The connection with plasma proteins is low (up to 10%). The volume of distribution in adults is 0.26 l / kg, in children 0.2-0.4 l / kg.
It is found in therapeutic concentrations in the liver, kidneys, lungs, pleural, pericardial, synovial, peritoneal, ascitic and lymphatic fluids, urine, in segregated wounds, pus, granulation. Low concentrations are found in adipose tissue, muscles, bones, bile, breast milk, watery eyes, bronchial secretion, sputum and cerebrospinal fluid. In therapeutic concentrations in adults, virtually does not penetrate the blood-brain barrier, with meningitis, its concentration in the cerebrospinal fluid increases. Penetrates through the placenta. Not exposed to metabolism. The half-life period (T1 / 2) in adults is 2-4 hours, in children with a body weight of more than 2 kg, 5.5 hours.

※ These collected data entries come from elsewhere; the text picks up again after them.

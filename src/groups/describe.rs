//! Atoms that no group covers, in a chemist's words.

use super::{Breakdown, Coverage, GroupSet};
use crate::chem::{BondOrder, Element, Molecule};

/// The uncovered atoms of a breakdown, one clause each, equal ones joined.
pub(super) fn gaps(molecule: &Molecule, breakdown: &Breakdown, set: &GroupSet) -> String {
    match breakdown.coverage {
        Coverage::Complete => return String::new(),
        Coverage::TooAmbiguous => {
            return format!(
                "so many groups of {} compete here that the work limit was reached",
                set.id()
            );
        }
        Coverage::Unbalanced => {
            return format!(
                "the groups found in {} do not add up to the molecule",
                set.id()
            );
        }
        Coverage::Partial => {}
    }
    let mut kinds: Vec<(&'static str, Vec<u32>)> = Vec::new();
    for &atom in &breakdown.uncovered {
        let name = name(molecule, atom);
        match kinds.iter_mut().find(|(known, _)| *known == name) {
            Some((_, atoms)) => atoms.push(atom),
            None => kinds.push((name, vec![atom])),
        }
    }
    kinds
        .iter()
        .map(|(name, atoms)| match atoms[..] {
            [atom] => format!("atom {}, {name}, is in no group of this set", atom + 1),
            _ => {
                let list: Vec<_> = atoms.iter().map(|atom| (atom + 1).to_string()).collect();
                format!(
                    "atoms {}, each {name}, are in no group of this set",
                    list.join(" ")
                )
            }
        })
        .collect::<Vec<_>>()
        .join("; ")
}

/// What a chemist would call the atom.
fn name(molecule: &Molecule, index: u32) -> &'static str {
    use Element::{B, Br, C, Cl, F, H, I, N, O, P, S, Si};
    let atom = &molecule.atoms()[index as usize];
    let around = molecule.neighbors(index);
    let element_of = |other: u32| molecule.atoms()[other as usize].element;
    let is_carbonyl = |other: u32| {
        element_of(other) == C
            && molecule
                .neighbors(other)
                .iter()
                .any(|bond| bond.order == BondOrder::Double && element_of(bond.atom) == O)
    };
    let next_to = |element: Element| around.iter().any(|bond| element_of(bond.atom) == element);
    let doubly = |element: Element| {
        around
            .iter()
            .any(|bond| bond.order == BondOrder::Double && element_of(bond.atom) == element)
    };
    let next_to_carbonyl = around
        .iter()
        .filter(|bond| is_carbonyl(bond.atom) && bond.order != BondOrder::Double)
        .count();
    let next_to_aromatic = around
        .iter()
        .any(|bond| molecule.atoms()[bond.atom as usize].aromatic);
    let triple = around.iter().any(|bond| bond.order == BondOrder::Triple);
    match atom.element {
        H => "a hydrogen molecule",
        B => "a boron",
        Si => "a silicon",
        P => "a phosphorus",
        F if next_to_aromatic => "a fluorine on an aromatic ring",
        Cl if next_to_aromatic => "a chlorine on an aromatic ring",
        Br if next_to_aromatic => "a bromine on an aromatic ring",
        I if next_to_aromatic => "an iodine on an aromatic ring",
        F => "a fluorine",
        Cl if next_to_carbonyl > 0 => "an acyl chloride chlorine",
        Cl => "a chlorine",
        Br => "a bromine",
        I => "an iodine",
        S if atom.aromatic => "an aromatic ring sulfur",
        S if doubly(O) => "an oxidized sulfur (sulfoxide, sulfone, sulfonyl)",
        S if doubly(C) => "a thiocarbonyl sulfur",
        S if atom.hydrogens > 0 => "a thiol sulfur",
        S if next_to(S) => "a disulfide sulfur",
        S => "a sulfide sulfur",
        O if atom.hydrogens == 2 => "a water molecule",
        O if atom.charge < 0 && next_to(N) => "an oxygen of a nitro group or N-oxide",
        O if atom.aromatic => "an aromatic ring oxygen",
        O if doubly(C)
            && around.iter().any(|bond| {
                molecule
                    .neighbors(bond.atom)
                    .iter()
                    .any(|other| element_of(other.atom) == N)
            }) =>
        {
            "an amide or urea carbonyl oxygen"
        }
        O if doubly(C) => "a carbonyl oxygen",
        O if doubly(S) => "an oxygen on sulfur",
        O if doubly(N) => "an oxygen on nitrogen",
        O if doubly(P) => "an oxygen on phosphorus",
        O if next_to(O) => "a peroxide oxygen",
        O if atom.hydrogens > 0 && next_to_carbonyl > 0 => "an acid O–H",
        O if atom.hydrogens > 0 && next_to_aromatic => "a phenol O–H",
        O if atom.hydrogens > 0 && next_to(N) => "a hydroxylamine or oxime O–H",
        O if atom.hydrogens > 0 => "an alcohol O–H",
        O if next_to_carbonyl > 1 => "an anhydride oxygen",
        O if next_to_carbonyl > 0 => "an ester oxygen",
        O if next_to(P) => "a phosphate or phosphonate ester oxygen",
        O if next_to(Si) => "an oxygen on silicon",
        O if atom.in_ring => "a ring ether oxygen",
        O => "an ether oxygen",
        N if triple && next_to(C) && atom.charge == 0 => "a nitrile nitrogen",
        N if atom.charge > 0 && triple => "an isocyanide or nitrilium nitrogen",
        N if atom.charge > 0 && doubly(O) => "a nitro nitrogen",
        N if atom.charge != 0 && next_to(N) => "an azide or diazo nitrogen",
        N if atom.charge > 0 => "an N-oxide nitrogen",
        N if atom.aromatic && atom.hydrogens > 0 => "an aromatic ring N–H",
        N if atom.aromatic => "an aromatic ring nitrogen",
        N if next_to_carbonyl > 0 && atom.hydrogens > 1 => "an amide NH2",
        N if next_to_carbonyl > 0 && atom.hydrogens == 1 => "an amide N–H",
        N if next_to_carbonyl > 0 => "an amide nitrogen",
        N if doubly(C) && next_to(O) => "an oxime nitrogen",
        N if doubly(C) => "an imine nitrogen",
        N if doubly(N) => "an azo nitrogen",
        N if doubly(O) => "a nitroso nitrogen",
        N if next_to(N) => "a hydrazine nitrogen",
        N if next_to_aromatic => "a nitrogen on an aromatic ring",
        N if atom.hydrogens > 1 => "a primary amine nitrogen",
        N if atom.hydrogens == 1 => "a secondary amine nitrogen",
        N => "a tertiary amine nitrogen",
        C if atom.aromatic => "an aromatic ring carbon",
        C if triple && next_to(N) => "a nitrile carbon",
        C if triple => "an alkyne carbon",
        C if doubly(O) && next_to(N) => "an amide or urea carbonyl carbon",
        C if doubly(O) && atom.hydrogens > 0 => "an aldehyde carbon",
        C if doubly(O)
            && around
                .iter()
                .any(|bond| bond.order == BondOrder::Single && element_of(bond.atom) == O) =>
        {
            "an ester, acid or carbonate carbonyl carbon"
        }
        C if doubly(O) && (next_to(Cl) || next_to(F) || next_to(Br)) => "an acyl halide carbon",
        C if doubly(O) => "a ketone carbonyl carbon",
        C if doubly(N) => "an imine carbon",
        C if doubly(S) => "a thiocarbonyl carbon",
        C if doubly(C) => "an alkene carbon",
        C if next_to(F) || next_to(Cl) || next_to(Br) || next_to(I) => "a halogenated carbon",
        C if next_to(O) => "a carbon bound to oxygen",
        C if next_to(N) => "a carbon bound to nitrogen",
        C if next_to(S) => "a carbon bound to sulfur",
        C if atom.in_ring => "a ring carbon",
        C => "an alkyl carbon",
    }
}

It is excreted mainly by the kidneys in unchanged form, in small amounts - with bile. In patients with normal renal function, 70 to 95% are excreted in the first 24 hours, while concentrations of more than 100 μg / ml are produced in the urine. In patients with reduced glomerular filtration, excretion is significantly reduced.Displays when hemodialysis - every 4 to 6 hours the concentration decreases by 50%. Peritoneal dialysis is less effective - in 25 to 72 hours 25% of the dose is excreted. With repeated administration cumulates, mainly in the lymphatic space of the inner ear and in the proximal sections of the renal tubules.